● **Prompt**: Print the lines that run from the line with "midnight = _nmea_date(fields[9])" to the line with "lon = _nmea_angle(fields[4], fields[5], 3)", keeping both end lines, exactly as they appear in the entries below, and nothing else.

Dataset entries:
------------------------

"""GPS fixes from GPX 1.1, NMEA 0183 (RMC, GGA) and CSV, validated against the policy.

Every fix passes the same checks, in :func:`validate_fixes`: latitude in
[-90, 90] and longitude in [-180, 180] (``out_of_range``), a plausible time
(``bad_timestamp``), HDOP at most ``intake.gps_max_hdop`` and accuracy at most
``intake.gps_max_accuracy_m`` (``poor_accuracy``), one fix per time
(``duplicate``), and no implausible jump (``speed``: a fix reached faster than
``intake.gps_max_speed_mps`` from its predecessor is dropped as an outlier).
Dropped fixes are counted in the result; a file with no usable fix is
rejected, with the most frequent drop reason as its code.
"""

from __future__ import annotations

import math
from collections import Counter
from datetime import datetime, UTC

from ...geo import haversine_m
from ..item import ItemResult
from ._common import decode_text, now_or, parse_iso, plausible_time, reject

GPX11_NS = "http://www.topografix.com/GPX/1/1"
# Horizontal accuracy is estimated as HDOP times a nominal user-equivalent
# range error of 5 m (common practice, no source) when a format gives only HDOP.
UERE_M = 5.0
# No single line of a sensible NMEA log is this long (the standard caps a
# sentence at 82 characters).
NMEA_MAX_LINE = 256


# ---------------------------------------------------------------------------
def read_gps(path, data: bytes, policy, *, suffix: str | None = None,
             now: float | None = None) -> ItemResult:
    """Parse and validate a GPS file; rows go to ``gps_fixes``."""
    now = now_or(now)
    suffix = suffix or ".gpx"
    if suffix == ".gpx":
        fixes, counts = parse_gpx(path, data)
    elif suffix == ".nmea":
        fixes, counts = parse_nmea(path, data)
    else:
        fixes, counts = parse_gps_csv(path, data)
    return _result(path, fixes, counts, policy, now)


def _result(path, fixes, counts: Counter, policy, now: float) -> ItemResult:
    n_read = len(fixes)
    if n_read == 0:
        reject(path, "no_fixes", "the file holds no position fix" + _counts_note(counts))
    kept, drops = validate_fixes(fixes, policy, now)
    counts.update(drops)
    if not kept:
        worst = max(drops.items(), key=lambda kv: kv[1])[0] if drops else "no_fixes"
        reject(path, worst, f"none of the {n_read} fixes is usable" + _counts_note(drops))
    rows = [(f":{i}", {"t": f["t"], "lat": f["lat"], "lon": f["lon"], "acc_m": f["acc_m"]})
            for i, f in enumerate(kept)]
    warnings = [f"{v} {k.replace('_', ' ')} skipped" for k, v in sorted(counts.items()) if v]
    return ItemResult(kind="gps", rows={"gps_fixes": rows}, warnings=warnings,
                      n_samples=n_read, dropped=dict(counts),
                      t_start=kept[0]["t"], t_end=kept[-1]["t"])


def _counts_note(counts) -> str:
    c = {k: v for k, v in counts.items() if v}
    return (" (" + ", ".join(f"{k}: {v}" for k, v in sorted(c.items())) + ")") if c else ""


# ---------------------------------------------------------------------------
def validate_fixes(fixes: list[dict], policy, now: float) -> tuple[list[dict], Counter]:
    """Apply the fix checks; returns ``(kept fixes sorted by time, drop counts)``.

    Each fix is a dict with ``t``, ``lat``, ``lon`` and optional ``acc_m`` and
    ``hdop``; kept fixes carry ``t``, ``lat``, ``lon``, ``acc_m``.
    """
    it = policy.intake
    drops: Counter = Counter()
    good = []
    for f in fixes:
        lat, lon, t = f["lat"], f["lon"], f["t"]
        if not (math.isfinite(lat) and math.isfinite(lon) and -90.0 <= lat <= 90.0
                and -180.0 <= lon <= 180.0):
            drops["out_of_range"] += 1
            continue
        if t is None or plausible_time(t, now):
            drops["bad_timestamp"] += 1
            continue
        hdop = f.get("hdop")
        acc = f.get("acc_m")
        if hdop is not None and not (math.isfinite(hdop) and 0.0 < hdop <= it.gps_max_hdop):
            drops["poor_accuracy"] += 1
            continue
        if acc is None and hdop is not None:
            acc = hdop * UERE_M
        if acc is not None and not (math.isfinite(acc) and 0.0 <= acc <= it.gps_max_accuracy_m):
            drops["poor_accuracy"] += 1
            continue
        good.append({"t": float(t), "lat": float(lat), "lon": float(lon),
                     "acc_m": None if acc is None else float(acc)})
    good.sort(key=lambda f: float(f["t"] or 0.0))
    unique: list[dict] = []
    for f in good:
        if unique and f["t"] == unique[-1]["t"]:
            drops["duplicate"] += 1
            continue
        unique.append(f)
    kept, n_out = drop_speed_outliers(unique, it.gps_max_speed_mps)
    if n_out:
        drops["speed"] += n_out
    return kept, drops


def drop_speed_outliers(fixes: list[dict], max_speed_mps: float) -> tuple[list[dict], int]:
    """Drop isolated fixes that imply a speed above ``max_speed_mps``.

    Walking the time-sorted fixes, a fix reached too fast from the last kept
    one is an outlier when the fix after it is reachable from the last kept
    one (a spike) or when it is the last fix (no evidence it is real).  If the
    very first fix is the odd one out (the next two agree with each other but
    not with it), the first fix is dropped instead.  A jump confirmed by the
    following fix is kept: the device really moved.
    """
    if len(fixes) < 2:
        return list(fixes), 0

    def speed(a, b):
        dt = b["t"] - a["t"]
        d = haversine_m(a["lat"], a["lon"], b["lat"], b["lon"])
        return d / dt if dt > 0 else math.inf

    kept = [fixes[0]]
    dropped = 0
    n = len(fixes)
    for i in range(1, n):
        f = fixes[i]
        if speed(kept[-1], f) <= max_speed_mps:
            kept.append(f)
            continue
        nxt = fixes[i + 1] if i + 1 < n else None
        if nxt is None or speed(kept[-1], nxt) <= max_speed_mps:
            dropped += 1
            continue
        if len(kept) == 1 and speed(f, nxt) <= max_speed_mps:
            kept[0] = f  # the first fix was the outlier
            dropped += 1
            continue
        kept.append(f)
    return kept, dropped


# ---------------------------------------------------------------------------
# GPX 1.1
# ---------------------------------------------------------------------------
def parse_gpx(path, data: bytes) -> tuple[list[dict], Counter]:
    """Track points of a GPX 1.1 document, parsed with DTDs and entities forbidden.

    defusedxml refuses a document type declaration outright, so an entity
    expansion bomb or an external entity fails at the ``<!DOCTYPE`` before
    anything is expanded or fetched.
    """
    import defusedxml
    from defusedxml.ElementTree import fromstring
    from xml.etree.ElementTree import ParseError

    try:
        root = fromstring(data, forbid_dtd=True, forbid_entities=True, forbid_external=True)
    except defusedxml.DefusedXmlException as e:
        reject(path, "xml_unsafe", f"{type(e).__name__}: DTDs, entities and external "
                                   "references are not allowed in GPX")
    except ParseError as e:
        reject(path, "xml_invalid", f"not well-formed XML ({_parse_pos(e)})")
    except (ValueError, RecursionError) as e:
        reject(path, "xml_invalid", f"not well-formed XML ({type(e).__name__})")
    ns, local = _split(root.tag)
    if local != "gpx" or ns not in (GPX11_NS, ""):
        reject(path, "xml_invalid", "the root element is not <gpx> in the GPX 1.1 namespace")
    q = (lambda name: f"{{{ns}}}{name}") if ns else (lambda name: name)
    counts: Counter = Counter()
    fixes = []
    for trk in root.iter(q("trk")):
        for seg in trk.iter(q("trkseg")):
            for pt in seg.iter(q("trkpt")):
                try:
                    lat = float(pt.get("lat", "nan"))
                    lon = float(pt.get("lon", "nan"))
                except ValueError:
                    lat = lon = math.nan
                ttext = pt.findtext(q("time"))
                try:
                    t = parse_iso(ttext) if ttext else None
                except (ValueError, OverflowError):
                    t = None
                hdop = None
                htext = pt.findtext(q("hdop"))
                if htext is not None:
                    try:
                        hdop = float(htext)
                    except ValueError:
                        hdop = math.nan
                fixes.append({"t": t, "lat": lat, "lon": lon, "hdop": hdop})
    return fixes, counts


def _split(tag: str) -> tuple[str, str]:
    if tag.startswith("{"):
        ns, _, local = tag[1:].partition("}")
        return ns, local
    return "", tag


def _parse_pos(e) -> str:
    pos = getattr(e, "position", None)
    return f"line {pos[0]}, column {pos[1]}" if pos else "parse error"


# ---------------------------------------------------------------------------
# NMEA 0183
# ---------------------------------------------------------------------------
def nmea_checksum(body: str) -> int:
    """XOR of the characters between ``$`` and ``*`` (NMEA 0183)."""
    c = 0
    for ch in body.encode("ascii", "replace"):
        c ^= ch
    return c


def check_sentence(line: str) -> str | None:
    """The body of a sentence whose checksum verifies, else ``None``."""
    line = line.strip()
    if not line.startswith("$") or len(line) > NMEA_MAX_LINE:
        return None
    body, star, cs = line[1:].rpartition("*")
    if not star or len(cs) != 2:
        return None
    try:
        want = int(cs, 16)
    except ValueError:
        return None
    if not body.isascii() or nmea_checksum(body) != want:
        return None
    return body


def _nmea_angle(value: str, hemi: str, deg_digits: int) -> float:
    if not value or hemi not in ("N", "S", "E", "W"):
        raise ValueError("empty position field")
    deg = int(value[:deg_digits])
    minutes = float(value[deg_digits:])
    if not 0.0 <= minutes < 60.0:
        raise ValueError("minutes out of range")
    x = deg + minutes / 60.0
    return -x if hemi in ("S", "W") else x


def _nmea_tod(value: str) -> float:
    if len(value) < 6:
        raise ValueError("short time field")
    h, m, s = int(value[0:2]), int(value[2:4]), float(value[4:])
    if not (0 <= h < 24 and 0 <= m < 60 and 0.0 <= s < 61.0):
        raise ValueError("time field out of range")
    return h * 3600 + m * 60 + s


def _nmea_date(value: str) -> float:
    if len(value) != 6:
        raise ValueError("date field must be ddmmyy")
    d, mo, y = int(value[0:2]), int(value[2:4]), int(value[4:6])
    # Two-digit years pivot at 1980, the GPS epoch; years before 2000 are then
    # refused by the plausibility check rather than mistaken for this century.
    year = 1900 + y if y >= 80 else 2000 + y
    return datetime(year, mo, d, tzinfo=UTC).timestamp()


def parse_nmea(path, data: bytes) -> tuple[list[dict], Counter]:
    """RMC and GGA fixes from an NMEA 0183 log.

    Sentences with a missing or wrong checksum are counted (``bad_checksum``)
    and skipped, and so are void fixes (RMC status ``V``, GGA quality 0).  A
    GGA takes its date from the most recent valid RMC, rolling over midnight
    when its time of day is more than 12 h earlier; GGAs before the first
    valid RMC take that RMC's date.  An RMC and a GGA at the same time are one
    fix (the GGA contributes its HDOP).
    """
    text = data.decode("ascii", errors="replace")
    counts: Counter = Counter()
    n_good = 0
    by_time: dict[float, dict] = {}
    pending: list[tuple[float, dict]] = []   # GGAs waiting for a date
    day = None                               # (midnight Unix s, time of day of that RMC)
    for line in text.splitlines():
        if not line.strip():
            continue
        body = check_sentence(line)
        if body is None:
            counts["bad_checksum"] += 1
            continue
        n_good += 1
        fields = body.split(",")
        kind = fields[0][2:] if len(fields[0]) == 5 else ""
        try:
            if kind == "RMC" and len(fields) >= 10:
                if fields[2] != "A":
                    counts["void"] += 1
                    continue
                tod = _nmea_tod(fields[1])
                midnight = _nmea_date(fields[9])
                lat = _nmea_angle(fields[3], fields[4], 2)
                lon = _nmea_angle(fields[5], fields[6], 3)
                if day is None and pending:
                    for gtod, g in pending:
                        g["t"] = midnight + gtod - (86400.0 if gtod > tod + 43200 else 0.0)
                        by_time.setdefault(round(g["t"], 3), g)
                    pending.clear()
                day = (midnight, tod)
                t = midnight + tod
                fix = by_time.setdefault(round(t, 3), {"t": t, "lat": lat, "lon": lon, "hdop": None})
            elif kind == "GGA" and len(fields) >= 9:
                if fields[6] in ("", "0"):
                    counts["void"] += 1
                    continue
                tod = _nmea_tod(fields[1])
                lat = _nmea_angle(fields[2], fields[3], 2)
                lon = _nmea_angle(fields[4], fields[5], 3)
                hdop = float(fields[8]) if fields[8] else None
                g = {"t": None, "lat": lat, "lon": lon, "hdop": hdop}
                if day is None:
                    pending.append((tod, g))
                    continue
                midnight, rtod = day
                t = midnight + tod + (86400.0 if tod < rtod - 43200 else 0.0)
                g["t"] = t
                fix = by_time.setdefault(round(t, 3), g)
                if fix is not g and fix.get("hdop") is None:
                    fix["hdop"] = hdop
            else:
                counts["other_sentence"] += 1
        except (ValueError, IndexError, OverflowError):
            counts["bad_field"] += 1
    if pending:
        counts["no_date"] += len(pending)
    if n_good == 0 and counts["bad_checksum"]:
        reject(path, "bad_checksum_all",
               f"none of the {counts['bad_checksum']} sentences has a valid checksum")
    counts.pop("other_sentence", None)  # not a defect: GSA, GSV, VTG … are expected
    return list(by_time.values()), counts


# ---------------------------------------------------------------------------
# CSV
# ---------------------------------------------------------------------------
_GPS_HEADERS = (("time", "lat", "lon"), ("time", "lat", "lon", "accuracy_m"))


def parse_gps_csv(path, data: bytes) -> tuple[list[dict], Counter]:
    """Rows of ``time,lat,lon[,accuracy_m]``; malformed rows are counted and skipped."""
    text = decode_text(path, data)
    lines = text.splitlines()
    if not lines:
        reject(path, "bad_header", "no header line")
    header = tuple(h.strip().lower() for h in lines[0].split(","))
    if header not in _GPS_HEADERS:
        reject(path, "bad_header", "expected the header 'time,lat,lon' or 'time,lat,lon,accuracy_m'")
    width = len(header)
    counts: Counter = Counter()
    fixes = []
    for line in lines[1:]:
        if not line.strip():
            continue
        parts = line.split(",")
        if len(parts) != width:
            counts["bad_row"] += 1
            continue
        try:
            t = parse_iso(parts[0])
        except (ValueError, OverflowError):
            t = None
        try:
            lat, lon = float(parts[1]), float(parts[2])
            acc = float(parts[3]) if width == 4 and parts[3].strip() else None
        except ValueError:
            counts["bad_row"] += 1
            continue
        fixes.append({"t": t, "lat": lat, "lon": lon, "acc_m": acc})
    return fixes, counts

------------------------

● **Solution to this exercise**:
                midnight = _nmea_date(fields[9])
                lat = _nmea_angle(fields[3], fields[4], 2)
                lon = _nmea_angle(fields[5], fields[6], 3)
                if day is None and pending:
                    for gtod, g in pending:
                        g["t"] = midnight + gtod - (86400.0 if gtod > tod + 43200 else 0.0)
                        by_time.setdefault(round(g["t"], 3), g)
                    pending.clear()
                day = (midnight, tod)
                t = midnight + tod
                fix = by_time.setdefault(round(t, 3), {"t": t, "lat": lat, "lon": lon, "hdop": None})
            elif kind == "GGA" and len(fields) >= 9:
                if fields[6] in ("", "0"):
                    counts["void"] += 1
                    continue
                tod = _nmea_tod(fields[1])
                lat = _nmea_angle(fields[2], fields[3], 2)
                lon = _nmea_angle(fields[4], fields[5], 3)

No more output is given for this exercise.